Quote from: "zzebby"not level or smooth.  There will be some gaps,  maybe 1/8  or even 3/16 of an inch   I cannot spot weld it in place
I keep reading this subject because I don't weld sheetmetal up-side down and backwards and the metal doesn't fit close enough to weld anyway. I'm talking about the floor I'm making for my truck. I can make most of it overlap and I could pull it closer together with "pop rivets"  but I don't know what kind of strength to expect from them. The body has mounts at each corner so the floor wouldn't be holding it structurally and the seat mount is stock and in decent shape and will be holding the stock seat in the stock position. Is any of this stuff good enough for a wire brushed surface to add srtength to a "pop rivet" bond? GPster

I think the Sikaflex would work. We used it for just that purpose on truck trailers to secure patches. Even after removing the rivets, you had to peel the pieces off.
Welcome to hell. Here's your accordion.

GPster

Quote from: "enjenjo"I think the Sikaflex would work. We used it for just that purpose on truck trailers to secure patches. Even after removing the rivets, you had to peel the pieces off.
Oh goody, on a good day I can work a caulking gun and I already have one. I'll add that to my Christmas list. It will probably fit in my stocking so I won't have to wrap it with my eyes closed so I won't know what I'm getting.
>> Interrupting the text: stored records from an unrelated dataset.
def _check_references(model: Model) -> None:
    """Names must be unique and every reference must resolve; raises MeshError."""
    src = model.source
    m = len(model.triangles)
    if model.surface_index.shape != (m,):
        raise MeshError(f"{src}: {model.surface_index.shape} surface labels for {m} triangles")
    n_surfaces = len(model.surfaces)
    if m and (model.surface_index.min() < 0 or model.surface_index.max() >= n_surfaces):
        raise MeshError(f"{src}: surface labels must lie in 0..{n_surfaces - 1}")
    _unique(src, "surface", model.surfaces)
    _unique(src, "conductor", [c.name for c in model.conductors])
    _unique(src, "interface", [i.name for i in model.interfaces])
    _unique(src, "medium", [md.name for md in model.media])
    if not model.conductors:
        raise MeshError(f"{src}: the model has no conductors; name at least one")
    counts = np.bincount(model.surface_index, minlength=n_surfaces)
    empty = [model.surfaces[s] for s in np.flatnonzero(counts == 0)]
    if empty:
        raise MeshError(f"{src}: surfaces without triangles: {', '.join(empty)}")

    owner: dict[str, str] = {}
    for kind, items in (("conductor", model.conductors), ("interface", model.interfaces)):
        for item in items:
            if not item.surfaces:
                raise MeshError(f"{src}: {kind} '{item.name}' has no surfaces")
            for s in item.surfaces:
                if s not in model.surfaces:
                    raise MeshError(f"{src}: {kind} '{item.name}' names surface '{s}' but the mesh has "
                                    f"{', '.join(model.surfaces)}; check the spelling")
                if s in owner:
                    raise MeshError(f"{src}: surface '{s}' is claimed by both {owner[s]} and {kind} '{item.name}'")
                owner[s] = f"{kind} '{item.name}'"
    unused = [s for s in model.surfaces if s not in owner]
    if unused:
        raise MeshError(f"{src}: surfaces {', '.join(unused)} belong to no conductor or interface; assign them")

    known = {md.name for md in model.media} | {VACUUM}
    for md in model.media:
        if not (np.isfinite(md.permittivity) and 1.0 <= md.permittivity <= MAX_PERMITTIVITY):
            raise MeshError(f"{src}: medium '{md.name}' has relative permittivity {md.permittivity}; it must be >= 1 "
                            f"and at most {MAX_PERMITTIVITY:g}")
    if model.background not in known:
        raise MeshError(f"{src}: background medium '{model.background}' is not defined; define it among the media")
    for i in model.interfaces:
        for side in (i.inside, i.outside):
            if side not in known:
                raise MeshError(f"{src}: interface '{i.name}' names medium '{side}', which is not defined")
        if i.inside == i.outside:
            raise MeshError(f"{src}: interface '{i.name}' has '{i.inside}' on both sides; remove it or fix a side")
    for surface, medium in model.conductor_media.items():
        if surface not in model.surfaces:
            raise MeshError(f"{src}: a medium is given for surface '{surface}', which the mesh does not have")
        if medium not in known:
            raise MeshError(f"{src}: surface '{surface}' touches medium '{medium}', which is not defined")
    for c in model.conductors:
        if c.voltage is not None and not (np.isfinite(c.voltage) and abs(c.voltage) <= MAX_QUANTITY):
            raise MeshError(f"{src}: conductor '{c.name}' has voltage {c.voltage}; give a finite number of volts "
                            f"up to {MAX_QUANTITY:g}")
        if not (np.isfinite(c.net_charge) and abs(c.net_charge) <= MAX_QUANTITY):
            raise MeshError(f"{src}: conductor '{c.name}' has net charge {c.net_charge}; give a finite number of "
                            f"coulombs up to {MAX_QUANTITY:g}")
        if c.floating and c.voltage is not None:
            raise MeshError(f"{src}: conductor '{c.name}' is floating and has a voltage; choose one")
    if model.ground_z is not None and not (np.isfinite(model.ground_z) and abs(model.ground_z) <= MAX_COORDINATE):
        raise MeshError(f"{src}: ground plane height {model.ground_z} m is not a finite number within "
                        f"{MAX_COORDINATE:g} m of the origin")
I've got to get some semblance of a floor in this cab so I can sit on the seat holding the steering wheel and go "RUMMMM RUMMMM". There's too many pieces on the chassis to drive this thing like "Fred Flintstone". GPster

rooster

Hummmm!!!! Looks like we might could use alittle of that! :shock:


47convert

I've got a similar problem right now - before I sent my rear end housing in for powder coat, I welded an extra tab on each axle tube for brake line clips (CSRA seems to think the stock 3 tabs are not enough to hold the brake line to the rear end for their safety check) While it was at the coater, the stock center tab was broken off. It's located at the top of the center section of my 9" rear end where the tube is bent up and around the differencial. Can I epoxy a tab on here or could I drill and tap for a small screw without the dope seeping out? The other 4 tabs on the axle tubes are holding it just fine but the center will need to be secured to get my 34 safetied.

zzebby

The powder coat is tough and you'll need to sand it well to get a bond and the sanded area will show,  plus the goop plus then you'll need to paint it and it won't match and on and on etc.
I'd take a piece of 3/4  or 1 inch 12 gauge strap and make a tab that comes off one or the top pumpkin bolts to hold the brake line in the middle.  Seems that I've seen some 9 inchers with that.